## WHAT YOU ARE ASKED TO DO:
Copy every line of the records that includes the word "SpeedUnit".
^^^^
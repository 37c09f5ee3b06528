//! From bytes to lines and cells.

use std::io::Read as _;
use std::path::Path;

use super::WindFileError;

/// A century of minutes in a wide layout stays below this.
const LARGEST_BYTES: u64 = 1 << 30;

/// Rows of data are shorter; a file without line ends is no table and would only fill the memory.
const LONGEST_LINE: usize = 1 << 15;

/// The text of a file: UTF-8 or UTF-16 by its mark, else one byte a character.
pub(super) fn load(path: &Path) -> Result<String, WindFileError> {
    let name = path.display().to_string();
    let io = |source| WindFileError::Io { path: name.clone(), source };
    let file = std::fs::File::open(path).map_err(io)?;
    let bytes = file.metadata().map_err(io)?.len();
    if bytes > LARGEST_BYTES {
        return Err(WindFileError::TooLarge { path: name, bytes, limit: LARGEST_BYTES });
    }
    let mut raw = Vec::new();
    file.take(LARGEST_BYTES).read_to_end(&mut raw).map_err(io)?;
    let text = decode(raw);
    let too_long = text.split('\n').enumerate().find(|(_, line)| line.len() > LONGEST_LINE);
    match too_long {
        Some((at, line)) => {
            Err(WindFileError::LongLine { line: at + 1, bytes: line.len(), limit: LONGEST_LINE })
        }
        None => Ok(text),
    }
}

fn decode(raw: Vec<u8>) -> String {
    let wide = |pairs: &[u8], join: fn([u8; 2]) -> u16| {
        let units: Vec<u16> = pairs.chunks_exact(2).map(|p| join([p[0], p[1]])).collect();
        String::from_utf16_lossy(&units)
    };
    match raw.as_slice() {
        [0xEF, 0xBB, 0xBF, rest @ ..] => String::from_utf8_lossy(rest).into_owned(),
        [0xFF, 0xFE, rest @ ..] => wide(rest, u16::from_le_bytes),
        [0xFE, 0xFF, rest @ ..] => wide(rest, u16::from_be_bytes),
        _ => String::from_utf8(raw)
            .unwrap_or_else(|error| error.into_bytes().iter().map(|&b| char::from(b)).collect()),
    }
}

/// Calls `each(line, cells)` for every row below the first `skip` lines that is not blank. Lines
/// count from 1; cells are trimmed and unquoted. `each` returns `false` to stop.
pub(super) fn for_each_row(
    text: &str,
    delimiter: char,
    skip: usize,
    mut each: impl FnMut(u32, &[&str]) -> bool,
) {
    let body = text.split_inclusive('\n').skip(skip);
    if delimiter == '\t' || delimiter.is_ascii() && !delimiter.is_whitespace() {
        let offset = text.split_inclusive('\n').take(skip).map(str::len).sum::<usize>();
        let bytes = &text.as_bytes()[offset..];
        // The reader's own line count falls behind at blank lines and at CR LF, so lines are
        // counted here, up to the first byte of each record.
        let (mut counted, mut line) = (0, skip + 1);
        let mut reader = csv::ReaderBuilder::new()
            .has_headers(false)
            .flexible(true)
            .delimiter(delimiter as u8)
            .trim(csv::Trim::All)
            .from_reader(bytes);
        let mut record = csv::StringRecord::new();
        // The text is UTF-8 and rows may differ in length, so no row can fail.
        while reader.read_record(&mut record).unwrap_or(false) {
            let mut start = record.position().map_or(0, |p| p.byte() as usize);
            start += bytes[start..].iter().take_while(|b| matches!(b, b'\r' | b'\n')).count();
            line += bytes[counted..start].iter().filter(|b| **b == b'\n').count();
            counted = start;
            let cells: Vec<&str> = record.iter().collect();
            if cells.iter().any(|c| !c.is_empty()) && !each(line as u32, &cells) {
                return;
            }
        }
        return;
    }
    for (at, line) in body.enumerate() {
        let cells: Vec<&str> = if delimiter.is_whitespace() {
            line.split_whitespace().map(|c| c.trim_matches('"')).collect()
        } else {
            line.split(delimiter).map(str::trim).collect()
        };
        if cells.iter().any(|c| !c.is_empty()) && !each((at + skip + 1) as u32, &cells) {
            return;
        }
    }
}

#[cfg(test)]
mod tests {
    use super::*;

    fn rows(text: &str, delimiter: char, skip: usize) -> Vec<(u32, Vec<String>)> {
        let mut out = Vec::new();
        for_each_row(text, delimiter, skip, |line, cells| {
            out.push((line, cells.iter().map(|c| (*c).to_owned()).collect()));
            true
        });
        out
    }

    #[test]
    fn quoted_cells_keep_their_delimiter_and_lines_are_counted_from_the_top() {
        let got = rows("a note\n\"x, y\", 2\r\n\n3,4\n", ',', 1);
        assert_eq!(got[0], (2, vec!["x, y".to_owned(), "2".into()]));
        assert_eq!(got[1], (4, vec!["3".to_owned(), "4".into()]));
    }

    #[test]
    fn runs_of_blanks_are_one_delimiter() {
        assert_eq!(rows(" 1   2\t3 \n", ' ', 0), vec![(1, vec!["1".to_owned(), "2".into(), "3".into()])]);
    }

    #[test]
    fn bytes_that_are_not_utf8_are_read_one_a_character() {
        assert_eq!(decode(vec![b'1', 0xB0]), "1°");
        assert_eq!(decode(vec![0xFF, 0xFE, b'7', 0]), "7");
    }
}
^^^^
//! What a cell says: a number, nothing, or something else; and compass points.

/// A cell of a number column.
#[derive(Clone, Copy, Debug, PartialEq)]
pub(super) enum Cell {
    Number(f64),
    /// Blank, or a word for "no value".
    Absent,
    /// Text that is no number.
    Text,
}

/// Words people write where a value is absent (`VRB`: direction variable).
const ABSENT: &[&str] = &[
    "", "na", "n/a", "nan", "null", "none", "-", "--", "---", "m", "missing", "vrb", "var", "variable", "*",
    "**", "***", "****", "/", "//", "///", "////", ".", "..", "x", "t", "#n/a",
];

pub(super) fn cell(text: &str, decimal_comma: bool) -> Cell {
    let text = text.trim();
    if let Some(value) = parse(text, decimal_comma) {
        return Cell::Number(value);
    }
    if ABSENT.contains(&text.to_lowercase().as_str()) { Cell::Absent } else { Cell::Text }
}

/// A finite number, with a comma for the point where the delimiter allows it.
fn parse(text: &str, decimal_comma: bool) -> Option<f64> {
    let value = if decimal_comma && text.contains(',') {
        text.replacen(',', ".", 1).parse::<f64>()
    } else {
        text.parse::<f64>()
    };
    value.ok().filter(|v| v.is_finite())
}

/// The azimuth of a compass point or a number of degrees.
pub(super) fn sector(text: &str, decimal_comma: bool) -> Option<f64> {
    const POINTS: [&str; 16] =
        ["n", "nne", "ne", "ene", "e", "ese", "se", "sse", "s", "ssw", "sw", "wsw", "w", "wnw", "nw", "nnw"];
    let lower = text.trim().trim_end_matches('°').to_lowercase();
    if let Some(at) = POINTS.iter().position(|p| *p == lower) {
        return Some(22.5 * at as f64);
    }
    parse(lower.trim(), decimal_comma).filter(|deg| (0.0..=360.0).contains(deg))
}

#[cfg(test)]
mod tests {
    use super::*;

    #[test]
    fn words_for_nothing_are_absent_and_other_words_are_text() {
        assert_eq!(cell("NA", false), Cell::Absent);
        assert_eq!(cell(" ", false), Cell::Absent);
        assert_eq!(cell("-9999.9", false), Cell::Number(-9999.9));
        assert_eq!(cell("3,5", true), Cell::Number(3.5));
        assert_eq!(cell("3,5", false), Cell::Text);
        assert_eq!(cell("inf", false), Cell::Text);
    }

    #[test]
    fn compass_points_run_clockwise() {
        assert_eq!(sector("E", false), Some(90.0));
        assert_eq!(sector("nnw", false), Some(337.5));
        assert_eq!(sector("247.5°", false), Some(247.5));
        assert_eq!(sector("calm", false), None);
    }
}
^^^^
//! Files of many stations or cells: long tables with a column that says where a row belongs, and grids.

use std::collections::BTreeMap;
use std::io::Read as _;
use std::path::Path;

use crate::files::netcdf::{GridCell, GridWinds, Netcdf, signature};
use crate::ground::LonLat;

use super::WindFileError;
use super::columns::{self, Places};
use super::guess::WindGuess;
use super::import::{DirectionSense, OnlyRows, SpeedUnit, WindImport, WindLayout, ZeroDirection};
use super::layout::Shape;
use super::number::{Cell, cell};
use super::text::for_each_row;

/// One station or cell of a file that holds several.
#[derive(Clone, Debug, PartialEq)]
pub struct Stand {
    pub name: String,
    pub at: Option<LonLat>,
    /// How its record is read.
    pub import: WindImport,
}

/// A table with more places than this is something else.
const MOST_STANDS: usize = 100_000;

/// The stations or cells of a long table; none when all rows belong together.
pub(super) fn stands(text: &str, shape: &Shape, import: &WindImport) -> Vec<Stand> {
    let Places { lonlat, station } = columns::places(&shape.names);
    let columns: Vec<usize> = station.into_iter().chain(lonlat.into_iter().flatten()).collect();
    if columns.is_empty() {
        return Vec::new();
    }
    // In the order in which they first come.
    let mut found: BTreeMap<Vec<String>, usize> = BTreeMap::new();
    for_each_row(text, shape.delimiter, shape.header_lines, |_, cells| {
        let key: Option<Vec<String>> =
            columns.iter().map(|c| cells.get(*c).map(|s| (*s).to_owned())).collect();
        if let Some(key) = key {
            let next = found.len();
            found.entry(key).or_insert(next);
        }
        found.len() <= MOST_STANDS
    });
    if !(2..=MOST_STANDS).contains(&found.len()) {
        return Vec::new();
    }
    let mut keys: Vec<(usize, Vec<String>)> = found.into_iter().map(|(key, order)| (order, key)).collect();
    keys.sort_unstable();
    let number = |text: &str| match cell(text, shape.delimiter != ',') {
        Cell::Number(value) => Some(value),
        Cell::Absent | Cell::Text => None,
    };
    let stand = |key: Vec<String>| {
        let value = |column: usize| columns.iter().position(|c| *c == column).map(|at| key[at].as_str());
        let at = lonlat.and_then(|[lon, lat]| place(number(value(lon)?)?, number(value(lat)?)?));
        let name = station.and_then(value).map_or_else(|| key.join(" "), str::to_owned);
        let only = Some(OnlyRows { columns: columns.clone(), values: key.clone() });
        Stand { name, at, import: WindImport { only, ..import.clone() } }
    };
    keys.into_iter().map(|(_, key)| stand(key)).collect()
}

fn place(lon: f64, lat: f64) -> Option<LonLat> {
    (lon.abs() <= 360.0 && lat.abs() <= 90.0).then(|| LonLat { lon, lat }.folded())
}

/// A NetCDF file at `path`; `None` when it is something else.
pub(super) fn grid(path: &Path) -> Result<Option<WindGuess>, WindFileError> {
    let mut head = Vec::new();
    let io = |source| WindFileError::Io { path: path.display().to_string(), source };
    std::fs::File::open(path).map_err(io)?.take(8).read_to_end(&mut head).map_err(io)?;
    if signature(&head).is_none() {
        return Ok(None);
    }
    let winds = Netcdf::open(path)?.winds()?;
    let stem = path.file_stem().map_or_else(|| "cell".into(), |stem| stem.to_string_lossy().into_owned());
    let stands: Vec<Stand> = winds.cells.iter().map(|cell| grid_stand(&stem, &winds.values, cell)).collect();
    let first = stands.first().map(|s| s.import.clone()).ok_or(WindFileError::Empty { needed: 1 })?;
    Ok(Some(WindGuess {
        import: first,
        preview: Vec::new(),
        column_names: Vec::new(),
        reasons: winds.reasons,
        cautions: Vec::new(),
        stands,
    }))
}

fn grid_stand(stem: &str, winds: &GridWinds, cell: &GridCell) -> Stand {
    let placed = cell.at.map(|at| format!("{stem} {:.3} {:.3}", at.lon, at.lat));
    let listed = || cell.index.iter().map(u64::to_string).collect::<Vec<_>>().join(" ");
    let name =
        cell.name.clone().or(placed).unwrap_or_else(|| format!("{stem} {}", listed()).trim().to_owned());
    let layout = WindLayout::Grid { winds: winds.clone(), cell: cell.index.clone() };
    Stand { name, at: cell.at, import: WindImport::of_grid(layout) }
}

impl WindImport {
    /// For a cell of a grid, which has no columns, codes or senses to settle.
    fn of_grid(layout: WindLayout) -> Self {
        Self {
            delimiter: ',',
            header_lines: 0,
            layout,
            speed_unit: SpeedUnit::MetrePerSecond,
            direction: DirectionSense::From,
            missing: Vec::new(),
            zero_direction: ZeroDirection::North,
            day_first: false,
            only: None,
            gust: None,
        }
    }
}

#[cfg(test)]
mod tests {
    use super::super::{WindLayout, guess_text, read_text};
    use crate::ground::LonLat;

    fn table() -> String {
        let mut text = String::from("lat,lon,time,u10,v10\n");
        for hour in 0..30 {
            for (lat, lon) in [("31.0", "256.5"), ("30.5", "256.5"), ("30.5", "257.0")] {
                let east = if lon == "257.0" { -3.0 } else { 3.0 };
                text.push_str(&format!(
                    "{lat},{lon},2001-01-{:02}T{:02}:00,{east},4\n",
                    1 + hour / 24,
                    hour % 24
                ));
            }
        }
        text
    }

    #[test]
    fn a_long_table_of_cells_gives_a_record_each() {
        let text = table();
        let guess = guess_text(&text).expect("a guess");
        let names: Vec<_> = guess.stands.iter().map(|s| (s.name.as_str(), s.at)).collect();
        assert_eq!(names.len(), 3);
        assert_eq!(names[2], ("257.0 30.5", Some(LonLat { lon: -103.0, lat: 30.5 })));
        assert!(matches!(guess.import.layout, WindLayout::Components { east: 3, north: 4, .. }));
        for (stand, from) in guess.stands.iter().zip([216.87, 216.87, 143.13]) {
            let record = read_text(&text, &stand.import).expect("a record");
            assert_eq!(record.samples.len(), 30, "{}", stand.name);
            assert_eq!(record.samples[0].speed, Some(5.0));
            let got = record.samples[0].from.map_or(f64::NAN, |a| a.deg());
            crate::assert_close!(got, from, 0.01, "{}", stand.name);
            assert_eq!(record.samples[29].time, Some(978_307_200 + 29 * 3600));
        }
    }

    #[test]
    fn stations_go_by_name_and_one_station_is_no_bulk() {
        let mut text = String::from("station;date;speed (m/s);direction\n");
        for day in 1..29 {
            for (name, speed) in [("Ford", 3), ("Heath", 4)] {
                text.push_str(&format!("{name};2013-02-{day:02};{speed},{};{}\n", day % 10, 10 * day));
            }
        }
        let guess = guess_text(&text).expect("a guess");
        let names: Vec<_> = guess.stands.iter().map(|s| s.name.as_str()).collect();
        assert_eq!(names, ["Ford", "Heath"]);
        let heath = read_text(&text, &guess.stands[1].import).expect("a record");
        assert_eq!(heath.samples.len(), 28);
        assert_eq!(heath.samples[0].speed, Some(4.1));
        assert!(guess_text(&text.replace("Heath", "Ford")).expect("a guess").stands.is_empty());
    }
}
^^^^
## ANSWER BELOW:
use super::import::{DirectionSense, OnlyRows, SpeedUnit, WindImport, WindLayout, ZeroDirection};
            speed_unit: SpeedUnit::MetrePerSecond,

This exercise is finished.